# Need your comments about Optimum D 240x500 Lathe



## esteam (Jul 9, 2008)

I want to buy this one 
http://www.optimum-machines.com/products/lathes/d-240-x-500-g/index.html

Is there anyone who use this machine. In my country, it's so hard to find many different brands or models for model engineering. So I can find Optimum and Sieg (C6 and others). I think Optimum is better than the other. Am I wrong?

Thanks for your help

Erdem


----------



## rake60 (Jul 9, 2008)

That is remarkably similar in appearance and specifications to the new
10 X 22 *Model G0602* being offered by Grizzly here in the USA.

I have no experience with it, but perhaps someone else here has.

Rick


----------



## kvom (Jul 9, 2008)

They definitely look similar in the photos. The Optimum claims to be made in Germany, and is quite a bit more expensive, esp. as things like the steady and follow rests are additional. Perhaps the Grizzly is a Chinese clone. I did notice a few differences such as speeds and the tailstock taper.


----------



## rake60 (Jul 9, 2008)

The Grizzly machines are usually Asia imports.
That one doesn't state it's country of origin.

International trade laws are kind of strange.

It used to to be based on the original source.

Then it became "Final Assembly In...."

And now it has dissolved to, we replaced that green knob with a red one,
so there for it was made here.

That does not make a lesser machine!
It does make it worth the market value of a machine manufactured 
in the country that had their hands on it last.
A poorly manufactured machine will NOT pass their quality control inspection!

That is where the difference can be found.


----------



## shred (Jul 9, 2008)

The Grizz 10x22 is fairly new here too, but seems to be getting some good press.


----------



## Florian (Jul 10, 2008)

Hi Together

Optimum machines are also being produced in asia. Actually its the same as rake60 describes it for grizzly machines. 

In Germany, there are lots of people using this optimum lathe and they mostly are happy with it. 
But i also have read opposite oppinions about from users with higher claims to the quality. 

If you can manage to get a older lathe, perhaps something like a:
Schaublin, Neotor, Scintilla, Boley, Lorch, Mikron, Colchester, Myford, South Bend, Hardinge

In a good condition, you will have a lot more from one of these lathes than form a Optimum or Grizzly (My Oppinion). If you have found a machine, you should go and "test" it before buying it. (If the lathe saddle slides tight at one position, this is a sign of wear and the lathe should not be purchased unless you have the possibility to overhaul it)
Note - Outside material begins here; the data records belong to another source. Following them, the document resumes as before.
// Integration formulas of a transient step, written on charges (and
// inductor fluxes) rather than on C dv/dt, so that charge is conserved when
// capacitance depends on voltage.
//
// Each formula gives the charge derivative at the new point as
//   q'_{n+1} = a q_{n+1} + c_n q_n + c_prev q_{n-1} + c_dot q'_n,
// so a step solves f(x) + a q(x) + h = 0 with the history
//   h = c_n q_n + c_prev q_{n-1} + c_dot q'_n,
// which is NewtonProblem's reactive_scale and reactive_history.
//
// The local truncation error comes from the difference between the solved
// charge and a predictor of the same order (Milne's device): if the
// predictor's error is P q^(p+1) and the formula's is -E q^(p+1), then
// q_solved - q_predicted = (P + E) q^(p+1) and the step's error is
// E / (P + E) of that difference.
//
// TR-BDF2 is two such solves per step with the same coefficient a (so the
// same Jacobian form), and its error estimate comes from an embedded
// third-order companion instead (TrBdf2 below).
#pragma once

#include <numbers>
#include <span>

namespace stage::analysis {

enum class Formula { backward_euler, trapezoidal, bdf2 };

struct StepFormula {
  double a = 0, c_n = 0, c_prev = 0, c_dot = 0;
  int order = 1;
  double error_fraction = 0;  // E / (P + E) above
};

// Step h from t_n to t_{n+1}; h_prev = t_n - t_{n-1} (unused by backward Euler).
StepFormula step_formula(Formula formula, double h, double h_prev);

// TR-BDF2 (Bank, Coughran, Fichtner, Grosse, Rose & Smith, IEEE Trans. CAD
// 4(4), 1985) written as the three-stage singly diagonally implicit
// Runge–Kutta method of Hosea & Shampine ("Analysis and implementation of
// TR-BDF2", Appl. Numer. Math. 20, 1996), on charges:
//   stage 1 (trapezoidal rule to t_n + gamma h):
//     q_g     = q_n + h d (q'_n + q'_g)
//   stage 2 (BDF2 through t_n, t_n + gamma h, t_n + h):
//     q_{n+1} = q_n + h (w q'_n + w q'_g + d q'_{n+1})
// with gamma = 2 - sqrt 2, d = gamma / 2, w = (1 - d) / 2. Both stages are
// the solve above with the same a = 1 / (d h), so the same Jacobian. The local error estimate is
// the difference from the embedded third-order solution with weights
// ((1 - w)/3, (3w + 1)/3, d/3) (Hosea & Shampine, section 3):
//   est = h ((1 - 4w)/3 q'_n + 1/3 q'_g - 2d/3 q'_{n+1}).
// L-stable: the amplification factor tends to 0 as h lambda -> -infinity,
// so a nearly algebraic charge cannot ring.
struct TrBdf2 {
  static constexpr double gamma = 2.0 - std::numbers::sqrt2;
  static constexpr double d = gamma / 2.0;
  static constexpr double w = (1.0 - d) / 2.0;
  // Weights of q'_n, q'_g and q'_{n+1} in the error estimate (times h).
  static constexpr double error_n = (1.0 - 4.0 * w) / 3.0;
  static constexpr double error_stage = 1.0 / 3.0;
  static constexpr double error_new = -2.0 * d / 3.0;
};

// The charge predictor whose error the formula's is compared with: explicit
// Euler for order 1; for order 2 the quadratic through q_n with slope q'_n
// and through q_{n-1} (Hermite), which needs only one step of history.
double predict_charge(int order, double h, double h_prev, double q_n, double qdot_n, double q_prev);

// Lagrange weights that extrapolate samples taken at `times` (1 to 3 of
// them) to time t: the Newton predictor of a step.
void extrapolation_weights(std::span<const double> times, double t, std::span<double> weights);

// Weights that give the time derivative at t of the polynomial through
// samples at `times` (2 or 3 of them): the slope of a step's own polynomial
// at its ends, for interpolating the recorded signals.
void derivative_weights(std::span<const double> times, double t, std::span<double> weights);

}  // namespace stage::analysis
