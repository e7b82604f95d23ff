// validate(const Circuit&, const AnalysisOptions&): the rules of
// stage/validate.hpp for each analysis request, one function per kind.
#include <cmath>

#include "circuit/element_kinds.hpp"
#include "stage/frequency.hpp"
#include "stage/validate.hpp"

namespace stage {
namespace {

// Bounds on what a request may ask for, so that no input makes the program
// run without end or exhaust memory (our own limits, written into the spec).
constexpr double kMaxSweepPoints = 1e6;
constexpr double kMaxFrequencyPoints = 1e6;
constexpr double kMaxResampledPoints = 1e7;
constexpr double kMaxSteps = 1e8;  // stop / max_step: a run the step bound alone makes endless
constexpr std::size_t kMaxWaveformCorners = 10'000'000;  // waveform corners up to stop
constexpr int kMaxHarmonics = 1000;
constexpr int kMaxHeadroomRuns = 1000;
// Two periods are the fewest that show whether a waveform repeats; 10 000 of
// 400 steps each bound one run's work.
constexpr int kMinSettlePeriods = 2, kMaxSettlePeriods = 10000;

std::optional<Problem> problem(std::string subject, std::string message) {
  return Problem{std::move(subject), std::move(message)};
}

bool positive_finite(double v) { return std::isfinite(v) && v > 0; }

std::optional<Problem> settle_periods_in_range(int periods) {
  if (periods < kMinSettlePeriods || periods > kMaxSettlePeriods) {
    return problem("settle_periods", "settle_periods must be a whole number from 2 to 10000");
  }
  return std::nullopt;
}

std::optional<Problem> independent_source(const Circuit& circuit, const std::string& input) {
  const Element* e = circuit.find(input);
  if (e != nullptr && kinds::has_role(e->data, kinds::Role::independent_source)) {
    return std::nullopt;
  }
  return problem("input",
                 "the input '" + input + "' must be an independent voltage or current source");
}

// A large-signal drive (headroom, characterize) reads a node voltage.
std::optional<Problem> large_signal_output(const SignalRef& output) {
  if (output.kind != SignalRef::Kind::element_current) return std::nullopt;
  return problem("output",
                 "a large-signal output must be a node or a node pair, not " + output.label());
}

std::optional<Problem> load_exists(const Circuit& circuit, const std::optional<std::string>& load) {
  if (!load || circuit.find(*load) != nullptr) return std::nullopt;
  return problem("load", "the load '" + *load + "' is not an element of the circuit");
}

std::optional<Problem> check(const Circuit&, const BiasOptions&) { return std::nullopt; }

std::optional<Problem> check(const Circuit& circuit, const SweepOptions& o) {
  if (o.values.empty()) return problem("values", "a sweep needs at least one value");
  if (static_cast<double>(o.values.size()) > kMaxSweepPoints) {
    return problem("values", "a sweep takes at most 1000000 points");
  }
  for (double v : o.values) {
    if (!std::isfinite(v)) return problem("values", "every swept value must be finite");
    if (o.target == SweepOptions::Target::temperature && !(v > 0)) {
      return problem("values", "a swept temperature must be above 0 K");
    }
  }
  if (o.target == SweepOptions::Target::source) return independent_source(circuit, o.name);
  return std::nullopt;
}

std::optional<Problem> check(const Circuit& circuit, const FrequencyOptions& o) {
  if (auto why = frequency_options_error(circuit, o)) return problem("frequency", *why);
  if (std::log10(o.to / o.from) * o.per_decade > kMaxFrequencyPoints) {
    return problem("per_decade", "the frequency sweep would take more than 1000000 points");
  }
  return std::nullopt;
}

std::optional<Problem> check(const Circuit& circuit, const TransientOptions& o) {
  if (!positive_finite(o.stop))
    return problem("stop", "a transient's stop must be positive and finite");
  // Every corner is a step the transient lands on, listed before it starts.
  for (const Element& e : circuit.elements()) {
    const auto* wave = std::visit(
        [](const auto& data) -> const std::optional<Waveform>* {
          if constexpr (requires { data.wave; }) {
            return &data.wave;
          } else {
            return nullptr;
          }
        },
        e.data);
    if (wave != nullptr && wave->has_value() &&
        waveform_corner_count(**wave, o.stop) > kMaxWaveformCorners) {
      return problem("stop", "the waveform of '" + e.name + "' has more than " +
                                 std::to_string(kMaxWaveformCorners) +
                                 " corners up to stop; each is a step the transient must land on");
    }
  }
  if (!(o.from >= 0 && o.from < o.stop)) {
    return problem("from", "a transient's from must be at least 0 and before stop");
  }
  if (!(std::isfinite(o.max_step) && o.max_step >= 0)) {
    return problem("max_step", "max_step must be zero (chosen for you) or positive, and finite");
  }
  if (o.max_step > 0 && o.stop / o.max_step > kMaxSteps) {
    return problem("max_step", "max_step asks for more than 100000000 steps up to stop");
  }
  if (o.resample_step) {
    if (!positive_finite(*o.resample_step)) {
      return problem("uniform_step", "uniform_step must be positive and finite");
    }
    if ((o.stop - o.from) / *o.resample_step > kMaxResampledPoints) {
      return problem("uniform_step", "uniform_step gives more than 10000000 points");
    }
  }
  return std::nullopt;
}

std::optional<Problem> check(const Circuit&, const SpectrumOptions& o) {
  if (!positive_finite(o.fundamental)) {
    return problem("fundamental", "the fundamental must be positive and finite");
  }
  if (o.harmonics < 1 || o.harmonics > kMaxHarmonics) {
    return problem("harmonics", "harmonics must be a whole number from 1 to 1000");
  }
  return std::nullopt;
}

std::optional<Problem> check(const Circuit& circuit, const HeadroomOptions& o) {
  if (!positive_finite(o.frequency)) return problem("frequency", "the frequency must be positive");
  if (!(o.distortion_limit > 0 && o.distortion_limit < 1)) {
    return problem("distortion_limit", "the distortion limit must lie between 0 and 100 %");
  }
  if (o.first_input_amplitude && !positive_finite(*o.first_input_amplitude)) {
    return problem("first_input_amplitude", "the first input amplitude must be positive");
  }
  if (o.max_runs < 1 || o.max_runs > kMaxHeadroomRuns) {
    return problem("max_runs", "a headroom search takes from 1 to 1000 transient runs");
  }
  if (auto p = settle_periods_in_range(o.settle_periods)) return p;
  if (auto p = independent_source(circuit, o.input)) return p;
  if (auto p = large_signal_output(o.output)) return p;
  return load_exists(circuit, o.load);
}

std::optional<Problem> check(const Circuit& circuit, const CharacterizeOptions& o) {
  if (!positive_finite(o.frequency)) return problem("frequency", "the frequency must be positive");
  if (auto p = settle_periods_in_range(o.settle_periods)) return p;
  if (auto p = independent_source(circuit, o.input)) return p;
  if (auto p = large_signal_output(o.output)) return p;
  return load_exists(circuit, o.load);
}

}  // namespace

std::optional<Problem> validate(const Circuit& circuit, const AnalysisOptions& options) {
  return std::visit([&](const auto& o) { return check(circuit, o); }, options);
}

}  // namespace stage
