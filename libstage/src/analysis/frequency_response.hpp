// The small-signal sweep at a bias point already solved: what a prepared
// simulation runs for `analyze frequency` (stage/simulation.hpp).
#pragma once

#include <vector>

#include "mna/system.hpp"
#include "stage/frequency.hpp"

namespace stage::analysis {

// Linearises `system` at solution x (n + 1 entries) and sweeps it; `bias` is
// that point's report, kept in the result. The options have been checked
// with frequency_options_error.
FrequencyResult frequency_response(const Circuit& circuit, const mna::System& system,
                                   const std::vector<double>& x, BiasResult bias,
                                   const FrequencyOptions& options);

}  // namespace stage::analysis
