// The transient integrator on an MNA system, for run_transient and for tests
// and benchmarks that build a system with their own devices.
#pragma once

#include "mna/system.hpp"
#include "stage/transient.hpp"

namespace stage::analysis {

TransientResult integrate(const mna::System& system, const SolverOptions& solver,
                          const TransientOptions& options);

}  // namespace stage::analysis
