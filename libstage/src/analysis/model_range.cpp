// Model-range checks of a solution; see model_range.hpp.
#include "analysis/model_range.hpp"

#include "stage/errors.hpp"

namespace stage::analysis {

std::vector<std::string> check_model_ranges(const mna::System& system, const mna::EvalRequest& at,
                                            std::string_view what_failed) {
  mna::ModelRangeFindings range;
  for (const auto& d : system.devices()) d->check_model_range(at, range);
  if (!range.invalid.empty()) {
    std::vector<std::string> involved;
    std::string message(what_failed);
    for (const auto& finding : range.invalid) {
      message += (involved.empty() ? ": " : "; ") + finding.message;
      involved.push_back(finding.device);
    }
    throw NumericalError(ErrorKind::outside_model, message, involved);
  }
  std::vector<std::string> warnings;
  for (auto& finding : range.extrapolated) warnings.push_back(std::move(finding.message));
  return warnings;
}

}  // namespace stage::analysis
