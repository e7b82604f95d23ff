// Integration formulas of a transient step, written on charges (and
// inductor fluxes) rather than on C dv/dt, so that charge is conserved when
// capacitance depends on voltage.
//
// Each formula gives the charge derivative at the new point as
//   q'_{n+1} = a q_{n+1} + c_n q_n + c_prev q_{n-1} + c_dot q'_n,
// so a step solves f(x) + a q(x) + h = 0 with the history
//   h = c_n q_n + c_prev q_{n-1} + c_dot q'_n,
// which is NewtonProblem's reactive_scale and reactive_history.
//
// The local truncation error comes from the difference between the solved
// charge and a predictor of the same order (Milne's device): if the
// predictor's error is P q^(p+1) and the formula's is -E q^(p+1), then
// q_solved - q_predicted = (P + E) q^(p+1) and the step's error is
// E / (P + E) of that difference.
#pragma once

#include <span>

namespace stage::analysis {

enum class Formula { backward_euler, trapezoidal, bdf2 };

struct StepFormula {
  double a = 0, c_n = 0, c_prev = 0, c_dot = 0;
  int order = 1;
  double error_fraction = 0;  // E / (P + E) above
};

// Step h from t_n to t_{n+1}; h_prev = t_n - t_{n-1} (unused by backward Euler).
StepFormula step_formula(Formula formula, double h, double h_prev);

// The charge predictor whose error the formula's is compared with: explicit
// Euler for order 1; for order 2 the quadratic through q_n with slope q'_n
// and through q_{n-1} (Hermite), which needs only one step of history.
double predict_charge(int order, double h, double h_prev, double q_n, double qdot_n, double q_prev);

// Lagrange weights that extrapolate samples taken at `times` (1 to 3 of
// them) to time t: the Newton predictor of a step.
void extrapolation_weights(std::span<const double> times, double t, std::span<double> weights);

}  // namespace stage::analysis
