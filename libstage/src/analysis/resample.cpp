// The interpolant of sampled signals (cubic Hermite per step, see
// step_interpolant.hpp) and uniform resampling.
#include <cmath>
#include <stdexcept>

#include "analysis/step_interpolant.hpp"
#include "stage/errors.hpp"
#include "stage/transient.hpp"

namespace stage {

const std::vector<double>& TransientResult::signal(const std::string& name) const {
  for (const auto& s : signals) {
    if (s.name == name) return s.values;
  }
  throw std::out_of_range("the transient has no signal '" + name + "'");
}

double interpolate(const TransientResult& result, const TransientSignal& signal, double t) {
  const std::size_t n = result.time.size();
  if (n == 0)
    throw Error(ErrorKind::invalid_request, "interpolating an empty signal", {signal.name});
  if (n == 1 || t <= result.time.front()) return signal.values.front();
  if (t >= result.time.back()) return signal.values.back();
  return analysis::step_piece(result, signal, analysis::step_holding(result.time, t)).value(t);
}

TransientResult resample(const TransientResult& result, double step) {
  if (!(step > 0))
    throw Error(ErrorKind::invalid_request, "the resampling step must be positive",
                {"uniform_step"});
  TransientResult out = result;
  out.time.clear();
  if (result.time.empty()) return out;
  const double t0 = result.time.front(), span = result.time.back() - t0;
  // The last grid point may fall a rounding error past the end: keep it.
  const auto count = static_cast<std::size_t>(std::floor(span / step * (1.0 + 1e-12))) + 1;
  for (std::size_t k = 0; k < count; ++k) out.time.push_back(t0 + static_cast<double>(k) * step);
  for (std::size_t s = 0; s < result.signals.size(); ++s) {
    const TransientSignal& from = result.signals[s];
    TransientSignal& to = out.signals[s];
    to.values.clear();
    to.slope_in.clear();
    to.slope_out.clear();
    for (double t : out.time) {
      to.values.push_back(interpolate(result, from, t));
      // The slope of the piece holding t, so that the resampled signal is
      // interpolated by the same rule (a corner between grid points is
      // rounded, which resampling cannot avoid).
      const double slope =
          result.time.size() > 1
              ? analysis::step_piece(result, from, analysis::step_holding(result.time, t)).slope(t)
              : 0.0;
      to.slope_in.push_back(slope);
      to.slope_out.push_back(slope);
    }
  }
  return out;
}

}  // namespace stage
Or a lathe like this one: http://tinyurl.com/6o2mcw 

Florian


----------



## DickDastardly40 (Jul 10, 2008)

The way I read the Optimum ad is that the speed control is made in Germany, not necesarily the whole lathe.

That said, if it is a clone it will probably be perfectly fine for what you wish to do.

As you live in Turkey I guess that the second hand options are limited and you have to go with a vendor that imports to your country.

I have no experience with a variable speed lathe however I think I have read that they may have torque issues at low speed. Also it would be worth checking what sort of spares service and dealer back up is available. 

Optimum seem to be a German version of Chester or Warco, UK companies who sell very similar machines.

I hope that this has been of some use.

Al


----------



## esteam (Jul 10, 2008)

Thank you so much guys. It seems I don't have so much options in Turkey. Getting an other lathes is impossible. Except Sieg and Optimum. I'm searching for a while but I couldn't find yet.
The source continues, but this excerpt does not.